Thursday, 18 January 2018

Surprising sales!





          Started work on the book again after a lay off over the holidays. Always takes a wee while to get into it, but I'll be there after this evening.

          Thought I'd post that five books were sold last week from the kindle site. Someone even bought a copy of Stumblebumming despite the two terrible reviews it's picked up so far. The best you might say about that is that it is aimed at a very niche market, really those more than interested in Tibetan Buddhism and meditating. Anyway, who knows why some books were sold last week. Weird stuff this internety thing.

Thursday, 11 January 2018

Three Day Fast.

       


            I stopped eating on Sunday night and didn't start again till this morning, so that's me done another  three day fast. I might have done two before, but I definitely did one. Maybe you always remember the first time! I'm quite pleased to get through the three days because usually when I start fasting I don't make it past breakfast time.

          Any purification seems to affect the meditations very much. I don't know why this is, but fasting definitely counts as some kind of purification and I hoped when I started this fast that it would boost what was happening with the vase breathing, etc., the heat and all that kind of thing. Well, I meditated for the first time after eating about an hour ago, and the after effects of the vase breathing have just went right out of the park. God knows what the hell is going on! I'm nowhere near standing on one leg half way up the Himalayas in my simmit, but I think I might be slowly creeping onto that ball park.

          I was fortunate enough to get a meeting with Lama Rinchen Palmo last Friday. She can't tell me what's going to happen. Everyone, it seems, is different.

          She was most helpful on the visualisations. For some time, I lost confidence in  the deity visualisations because they are almost impossible to do. I'm sure you'd have to be in retreat for some time to get anywhere near that. So the technique seemed to be to have a steady visualisations of the symbols and move the heat up from chakra to chakra, but if you cannot visualise the channels and whatnot, then I don't see how you can systematically move it up.

           But, despite the crap visualisations, I am getting heat. It's more like a full body heat (at least in the upper torso) and is not centred on the navel chakra.

            I respect this juju. I'm sure it could be dangerous. It would be nice if someone could give me a roadmap for this, but since that is not going to happen, I'll just have to soldier on.
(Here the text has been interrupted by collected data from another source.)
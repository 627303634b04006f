"""``rig check`` checks every file it is given before it prints anything, and checks a station,
unit or fixture file alone.

A bad unit file given with ``--unit`` used to be read only once the plan had been printed under
"valid"; and the pages' "Check it with" commands were ``python -c`` one-liners that ended in a
traceback on a bad file.  Source: the project's own conventions (exit code 2 for bad input, every
problem listed as ``FILE:LINE [KEY]: message``, never a traceback).
"""

from __future__ import annotations

import subprocess
import sys
from pathlib import Path

import pytest
from doc_blocks import write_complete_examples

from rig.cli import main

BAD_UNIT = """\
# invented for the test: one wire with a bare number for its length
[unit]
name = "bad"
fixture = "fixture.toml"

[wires.a]
between = ["S_SIG", "C_SIG"]
gauge = "20 AWG"
length = 1.5
"""


@pytest.fixture
def example(tmp_path: Path) -> dict[str, Path]:
    paths = write_complete_examples(tmp_path)
    paths["bad-unit.toml"] = tmp_path / "bad-unit.toml"
    paths["bad-unit.toml"].write_text(BAD_UNIT, encoding="utf-8")
    return paths


def check(capsys: pytest.CaptureFixture[str], *args: object) -> tuple[int, str, str]:
    code = main(["check", *(str(a) for a in args)])
    captured = capsys.readouterr()
    return code, captured.out, captured.err


def test_a_bad_unit_file_is_reported_before_anything_is_printed(
    example: dict[str, Path], capsys: pytest.CaptureFixture[str]
) -> None:
    code, out, err = check(
        capsys,
        example["sequence.toml"],
        "--station",
        example["station.toml"],
        "--unit",
        example["bad-unit.toml"],
    )
    assert code == 2
    assert out == ""  # no "valid", no plan
    assert "bad-unit.toml:9 [wires.a.length]: expected a string with a unit" in err


def test_every_input_is_reported_at_once(
    example: dict[str, Path], tmp_path: Path, capsys: pytest.CaptureFixture[str]
) -> None:
    sequence = tmp_path / "bad-sequence.toml"
    sequence.write_text('[sequence]\nname = "x"\n', encoding="utf-8")
    args = [sequence, "--station", example["station.toml"], "--unit", example["bad-unit.toml"]]
    code, out, err = check(capsys, *args)
    assert code == 2 and out == ""
    assert "bad-sequence.toml [steps]: no steps" in err
    assert "bad-unit.toml:9 [wires.a.length]" in err


@pytest.mark.parametrize(
    ("option", "name", "line"),
    [
        (
            "--station",
            "station.toml",
            "station bench-a (STATION): valid, with fixture bench-a (fixture.toml)",
        ),
        (
            "--unit",
            "unit.toml",
            "unit example-temp-circuit (UNIT): valid, on fixture bench-a (fixture.toml)",
        ),
        ("--fixture", "fixture.toml", "fixture bench-a (FIXTURE): valid, 9 pins on 16 relays"),
    ],
)
def test_a_file_alone_is_one_line_when_valid(
    example: dict[str, Path],
    capsys: pytest.CaptureFixture[str],
    option: str,
    name: str,
    line: str,
) -> None:
    code, out, err = check(capsys, option, example[name])
    assert (code, err) == (0, "")
    assert out.splitlines() == [line.replace(option[2:].upper(), str(example[name]))]


def _bad_station(example: dict[str, Path], tmp_path: Path) -> Path:
    """The docs' example station with one mistake: a watchdog time with no unit."""
    station = tmp_path / "bad-station.toml"
    text = example["station.toml"].read_text(encoding="utf-8")
    station.write_text(text.replace('watchdog = "2 s"', 'watchdog = "2"'), encoding="utf-8")
    return station


def test_several_files_alone_are_checked_together(
    example: dict[str, Path], tmp_path: Path, capsys: pytest.CaptureFixture[str]
) -> None:
    station = _bad_station(example, tmp_path)
    args = ["--station", station, "--unit", example["bad-unit.toml"]]
    code, out, err = check(capsys, *args, "--fixture", example["fixture.toml"])
    assert code == 2 and out == ""
    assert "bad-station.toml:8 [station.watchdog]: '2' has no unit" in err
    assert "bad-unit.toml:9 [wires.a.length]" in err


def test_a_unit_alone_is_checked_with_its_fixture(
    example: dict[str, Path], tmp_path: Path, capsys: pytest.CaptureFixture[str]
) -> None:
    unit = tmp_path / "elsewhere.toml"
    text = example["unit.toml"].read_text(encoding="utf-8")
    unit.write_text(text.replace('fixture = "fixture.toml"', 'fixture = "gone.toml"'))
    code, out, err = check(capsys, "--unit", unit)
    assert code == 2 and out == ""
    # the problem is put at the key that named the missing file (tests/test_named_files.py)
    assert f"[unit.fixture]: 'gone.toml' ({tmp_path / 'gone.toml'}): file not found" in err


@pytest.mark.parametrize(
    ("args", "says"),
    [
        ([], "give a sequence and --station STATION, or a file to check alone"),
        (["sequence.toml"], "is checked against a station; give --station STATION"),
        (
            ["sequence.toml", "--station", "station.toml", "--fixture", "fixture.toml"],
            "--fixture checks a fixture file alone",
        ),
    ],
)
def test_files_that_make_no_check_are_refused(
    example: dict[str, Path], capsys: pytest.CaptureFixture[str], args: list[str], says: str
) -> None:
    code, out, err = check(capsys, *(example.get(a, a) for a in args))
    assert code == 2 and out == ""
    assert err.startswith("rig check: ") and says in err


def test_a_bad_file_alone_ends_without_a_traceback(example: dict[str, Path]) -> None:
    proc = subprocess.run(
        [sys.executable, "-m", "rig", "check", "--unit", str(example["bad-unit.toml"])],
        capture_output=True,
        text=True,
        timeout=60,
    )
    assert proc.returncode == 2
    assert "Traceback" not in proc.stderr
    assert proc.stderr.splitlines()[0] == "rig: the input has problems:"


def test_rig_run_reports_every_input_before_the_caution(
    example: dict[str, Path], tmp_path: Path, capsys: pytest.CaptureFixture[str]
) -> None:
    sequence = tmp_path / "bad-sequence.toml"
    sequence.write_text('[sequence]\nname = "x"\n', encoding="utf-8")
    args = ["run", str(sequence), "--station", str(example["station.toml"]), "--serial", "D1"]
    assert main([*args, "--unit", str(example["bad-unit.toml"]), "--yes"]) == 2
    captured = capsys.readouterr()
    assert captured.out == ""
    assert "bad-sequence.toml [steps]: no steps" in captured.err
    assert "bad-unit.toml:9 [wires.a.length]" in captured.err


def test_coverage_reports_its_station_sequence_and_unit_together(
    example: dict[str, Path], tmp_path: Path, capsys: pytest.CaptureFixture[str]
) -> None:
    station = _bad_station(example, tmp_path)
    sequence = tmp_path / "bad-sequence.toml"
    sequence.write_text('[sequence]\nname = "x"\n', encoding="utf-8")
    args = ["coverage", str(sequence), "--station", str(station)]
    assert main([*args, "--unit", str(example["bad-unit.toml"])]) == 2
    err = capsys.readouterr().err
    assert "bad-station.toml:8 [station.watchdog]" in err
    assert "bad-sequence.toml [steps]: no steps" in err
    assert "bad-unit.toml:9 [wires.a.length]" in err


def test_check_warns_of_a_station_every_run_on_which_is_refused(
    example: dict[str, Path], capsys: pytest.CaptureFixture[str], tmp_path: Path
) -> None:
    """A DMM past its calibration due date: the file is valid, but every run on it is refused
    (as `rig run` and the console refuse it); rig check, where a station is proved before it
    reaches the floor, says so, and who may allow an exception."""
    station = tmp_path / "past-due.toml"
    text = example["station.toml"].read_text(encoding="utf-8")
    assert text.count("calibration_due = ") >= 1
    first = text.index("calibration_due = ")
    end = text.index("\n", first)
    station.write_text(text[:first] + "calibration_due = 2020-01-31" + text[end:], "utf-8")
    code, out, err = check(capsys, "--station", station)
    assert (code, err) == (0, "")
    assert "rig run will refuse to start on this station" in out
    assert "was due for calibration on 2020-01-31" in out
    assert "only whoever answers for the station's calibration may allow it" in out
Be great to give up drinking this year. If I have a drink this weekend, I'll try to give it up on Monday. There's always Mondays. Tell me why I don't like Mondays.

Monday, 8 January 2018

New Year Prospects










                    The photies were taken at Newbattle Abbey College yesterday. Really nice place to go for a weekend walk especially yesterday when the light was clear and bright and beautiful.

                    I've been here, there and everywhere recently, but today is really the start of the new year for me and a good time to think about what I'm hoping for or going to do this year.

                    One of my deep, dear friends has been handed a provisional black spot. This makes you think about mortality a little more closely than you might otherwise. If I was give the black spot soon, I think I'd be annoyed about all the time I lost drinking and drug taking when I could have been aiming for nirvana, or at least developing the stuff that makes me happy. I'm trying to ride two horses at the one time at the moment, having a normal life over the weekend and trying to get my equilibrium back. Everything would work so much better if I was able to stop drinking completely. I would also have more time for writing.

                     I saw Lama Rinchen Palmo on Friday, on her way to the Holy Isle. I'm very lucky to have a connection with her. After seeing her, I signed up for four nights down at the Samye near the end of February for the Makhala prayers. I also signed up for the last three weeks of the retreat on the Holy Isle. I wasn't entirely confident that Heather would acquiesce with this, but she was okay. She's got a boyfriend with a strange hobby.

                    I was telling Lama Rinchen about feeling unsettled because I'm never home for any length of time these days, sleeping in different beds all the time. She said someone in Belgium has built her a meditation box for the Holy Isle, Brussels and Beaumont. So she might not be sleeping lying down, at least sometimes. I have such a long way to go.

                     This has to be a great year for the meditations. On Friday, the last time I was on my own, the meditations were amazing. I don't know where it's all going, but it seems to be developing brilliantly at the moment.

                      I will enjoy writing the thriller this year. I haven't been writing much, but I can dip in and out of it, so it's always there for me now. I was pleased that Heather had a go at Jock Tamson's last week and found it very funny. It won't be produced, but I knew that twenty years ago. Glad it's been done now though.

                       Everything in my life is good at the moment. I have no health or money or relationship worries.